(Data excerpts Opens)

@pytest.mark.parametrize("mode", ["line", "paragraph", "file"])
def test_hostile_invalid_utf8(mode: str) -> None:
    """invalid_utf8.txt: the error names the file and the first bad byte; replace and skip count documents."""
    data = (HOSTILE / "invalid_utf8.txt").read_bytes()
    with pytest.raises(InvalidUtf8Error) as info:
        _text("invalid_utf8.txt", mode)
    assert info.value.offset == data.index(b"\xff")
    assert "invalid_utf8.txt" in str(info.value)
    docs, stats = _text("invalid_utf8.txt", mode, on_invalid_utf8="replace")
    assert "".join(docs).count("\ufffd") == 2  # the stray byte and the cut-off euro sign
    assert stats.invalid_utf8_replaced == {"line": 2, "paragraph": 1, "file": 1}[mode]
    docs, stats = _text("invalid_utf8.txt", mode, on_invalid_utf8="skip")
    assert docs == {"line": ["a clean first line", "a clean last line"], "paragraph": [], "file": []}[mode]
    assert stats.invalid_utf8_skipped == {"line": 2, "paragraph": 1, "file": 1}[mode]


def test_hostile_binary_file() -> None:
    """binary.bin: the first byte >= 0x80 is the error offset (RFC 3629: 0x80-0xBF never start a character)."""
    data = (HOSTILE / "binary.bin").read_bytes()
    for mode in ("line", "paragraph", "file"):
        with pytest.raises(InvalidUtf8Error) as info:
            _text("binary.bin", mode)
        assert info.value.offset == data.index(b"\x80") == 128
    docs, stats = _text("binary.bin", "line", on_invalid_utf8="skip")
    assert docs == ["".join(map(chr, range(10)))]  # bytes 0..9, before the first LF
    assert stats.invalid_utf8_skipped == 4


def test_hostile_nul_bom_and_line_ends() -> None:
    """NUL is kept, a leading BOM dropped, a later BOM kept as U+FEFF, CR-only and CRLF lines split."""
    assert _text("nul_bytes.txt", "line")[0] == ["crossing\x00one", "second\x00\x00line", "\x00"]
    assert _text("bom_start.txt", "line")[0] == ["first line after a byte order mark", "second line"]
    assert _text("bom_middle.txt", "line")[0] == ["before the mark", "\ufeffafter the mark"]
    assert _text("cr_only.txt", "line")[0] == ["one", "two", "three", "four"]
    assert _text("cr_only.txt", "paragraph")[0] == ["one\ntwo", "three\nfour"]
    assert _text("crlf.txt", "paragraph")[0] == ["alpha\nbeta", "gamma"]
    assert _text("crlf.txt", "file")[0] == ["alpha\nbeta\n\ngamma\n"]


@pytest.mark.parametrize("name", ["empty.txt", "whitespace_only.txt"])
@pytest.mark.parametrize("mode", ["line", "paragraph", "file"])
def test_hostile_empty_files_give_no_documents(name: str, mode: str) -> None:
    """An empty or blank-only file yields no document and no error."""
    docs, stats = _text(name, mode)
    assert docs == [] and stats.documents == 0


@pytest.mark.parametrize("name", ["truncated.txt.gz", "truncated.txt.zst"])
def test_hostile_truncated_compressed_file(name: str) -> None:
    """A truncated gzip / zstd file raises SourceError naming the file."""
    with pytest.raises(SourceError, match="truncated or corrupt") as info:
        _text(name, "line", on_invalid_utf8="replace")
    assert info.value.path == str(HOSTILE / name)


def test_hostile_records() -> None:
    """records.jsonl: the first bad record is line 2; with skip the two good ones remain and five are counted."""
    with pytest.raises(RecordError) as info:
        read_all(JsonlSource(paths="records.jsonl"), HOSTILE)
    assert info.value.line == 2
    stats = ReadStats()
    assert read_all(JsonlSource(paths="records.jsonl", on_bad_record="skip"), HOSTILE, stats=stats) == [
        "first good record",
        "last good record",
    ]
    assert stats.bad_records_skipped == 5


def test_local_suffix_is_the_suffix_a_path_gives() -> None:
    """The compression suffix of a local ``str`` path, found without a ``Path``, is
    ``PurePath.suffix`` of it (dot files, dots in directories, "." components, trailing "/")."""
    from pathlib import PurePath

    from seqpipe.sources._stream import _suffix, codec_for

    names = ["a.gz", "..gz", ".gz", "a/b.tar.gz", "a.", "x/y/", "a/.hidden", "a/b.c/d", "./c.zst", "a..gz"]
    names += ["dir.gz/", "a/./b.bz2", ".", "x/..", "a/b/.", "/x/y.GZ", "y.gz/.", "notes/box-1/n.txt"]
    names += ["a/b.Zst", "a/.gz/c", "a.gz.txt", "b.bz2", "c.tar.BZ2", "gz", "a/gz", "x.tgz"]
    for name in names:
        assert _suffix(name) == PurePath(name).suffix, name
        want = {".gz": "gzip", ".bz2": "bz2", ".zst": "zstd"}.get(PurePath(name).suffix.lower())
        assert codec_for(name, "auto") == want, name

(Data excerpts Closes)

Exercise details
Please set down all of the data above again, matching it exactly.

Written answer
@pytest.mark.parametrize("mode", ["line", "paragraph", "file"])
def test_hostile_invalid_utf8(mode: str) -> None:
    """invalid_utf8.txt: the error names the file and the first bad byte; replace and skip count documents."""
    data = (HOSTILE / "invalid_utf8.txt").read_bytes()
    with pytest.raises(InvalidUtf8Error) as info:
        _text("invalid_utf8.txt", mode)
    assert info.value.offset == data.index(b"\xff")
    assert "invalid_utf8.txt" in str(info.value)
    docs, stats = _text("invalid_utf8.txt", mode, on_invalid_utf8="replace")
    assert "".join(docs).count("\ufffd") == 2  # the stray byte and the cut-off euro sign
    assert stats.invalid_utf8_replaced == {"line": 2, "paragraph": 1, "file": 1}[mode]
    docs, stats = _text("invalid_utf8.txt", mode, on_invalid_utf8="skip")
    assert docs == {"line": ["a clean first line", "a clean last line"], "paragraph": [], "file": []}[mode]
    assert stats.invalid_utf8_skipped == {"line": 2, "paragraph": 1, "file": 1}[mode]


def test_hostile_binary_file() -> None:
    """binary.bin: the first byte >= 0x80 is the error offset (RFC 3629: 0x80-0xBF never start a character)."""
    data = (HOSTILE / "binary.bin").read_bytes()
    for mode in ("line", "paragraph", "file"):
        with pytest.raises(InvalidUtf8Error) as info:
            _text("binary.bin", mode)
        assert info.value.offset == data.index(b"\x80") == 128
    docs, stats = _text("binary.bin", "line", on_invalid_utf8="skip")
    assert docs == ["".join(map(chr, range(10)))]  # bytes 0..9, before the first LF
    assert stats.invalid_utf8_skipped == 4


def test_hostile_nul_bom_and_line_ends() -> None:
    """NUL is kept, a leading BOM dropped, a later BOM kept as U+FEFF, CR-only and CRLF lines split."""
    assert _text("nul_bytes.txt", "line")[0] == ["crossing\x00one", "second\x00\x00line", "\x00"]
    assert _text("bom_start.txt", "line")[0] == ["first line after a byte order mark", "second line"]
    assert _text("bom_middle.txt", "line")[0] == ["before the mark", "\ufeffafter the mark"]
    assert _text("cr_only.txt", "line")[0] == ["one", "two", "three", "four"]
    assert _text("cr_only.txt", "paragraph")[0] == ["one\ntwo", "three\nfour"]
    assert _text("crlf.txt", "paragraph")[0] == ["alpha\nbeta", "gamma"]
    assert _text("crlf.txt", "file")[0] == ["alpha\nbeta\n\ngamma\n"]


@pytest.mark.parametrize("name", ["empty.txt", "whitespace_only.txt"])
@pytest.mark.parametrize("mode", ["line", "paragraph", "file"])
def test_hostile_empty_files_give_no_documents(name: str, mode: str) -> None:
    """An empty or blank-only file yields no document and no error."""
    docs, stats = _text(name, mode)
    assert docs == [] and stats.documents == 0


@pytest.mark.parametrize("name", ["truncated.txt.gz", "truncated.txt.zst"])
def test_hostile_truncated_compressed_file(name: str) -> None:
    """A truncated gzip / zstd file raises SourceError naming the file."""
    with pytest.raises(SourceError, match="truncated or corrupt") as info:
        _text(name, "line", on_invalid_utf8="replace")
    assert info.value.path == str(HOSTILE / name)


def test_hostile_records() -> None:
    """records.jsonl: the first bad record is line 2; with skip the two good ones remain and five are counted."""
    with pytest.raises(RecordError) as info:
        read_all(JsonlSource(paths="records.jsonl"), HOSTILE)
    assert info.value.line == 2
    stats = ReadStats()
    assert read_all(JsonlSource(paths="records.jsonl", on_bad_record="skip"), HOSTILE, stats=stats) == [
        "first good record",
        "last good record",
    ]
    assert stats.bad_records_skipped == 5


def test_local_suffix_is_the_suffix_a_path_gives() -> None:
    """The compression suffix of a local ``str`` path, found without a ``Path``, is
    ``PurePath.suffix`` of it (dot files, dots in directories, "." components, trailing "/")."""
    from pathlib import PurePath

    from seqpipe.sources._stream import _suffix, codec_for

    names = ["a.gz", "..gz", ".gz", "a/b.tar.gz", "a.", "x/y/", "a/.hidden", "a/b.c/d", "./c.zst", "a..gz"]
    names += ["dir.gz/", "a/./b.bz2", ".", "x/..", "a/b/.", "/x/y.GZ", "y.gz/.", "notes/box-1/n.txt"]
    names += ["a/b.Zst", "a/.gz/c", "a.gz.txt", "b.bz2", "c.tar.BZ2", "gz", "a/gz", "x.tgz"]
    for name in names:
        assert _suffix(name) == PurePath(name).suffix, name
        want = {".gz": "gzip", ".bz2": "bz2", ".zst": "zstd"}.get(PurePath(name).suffix.lower())
        assert codec_for(name, "auto") == want, name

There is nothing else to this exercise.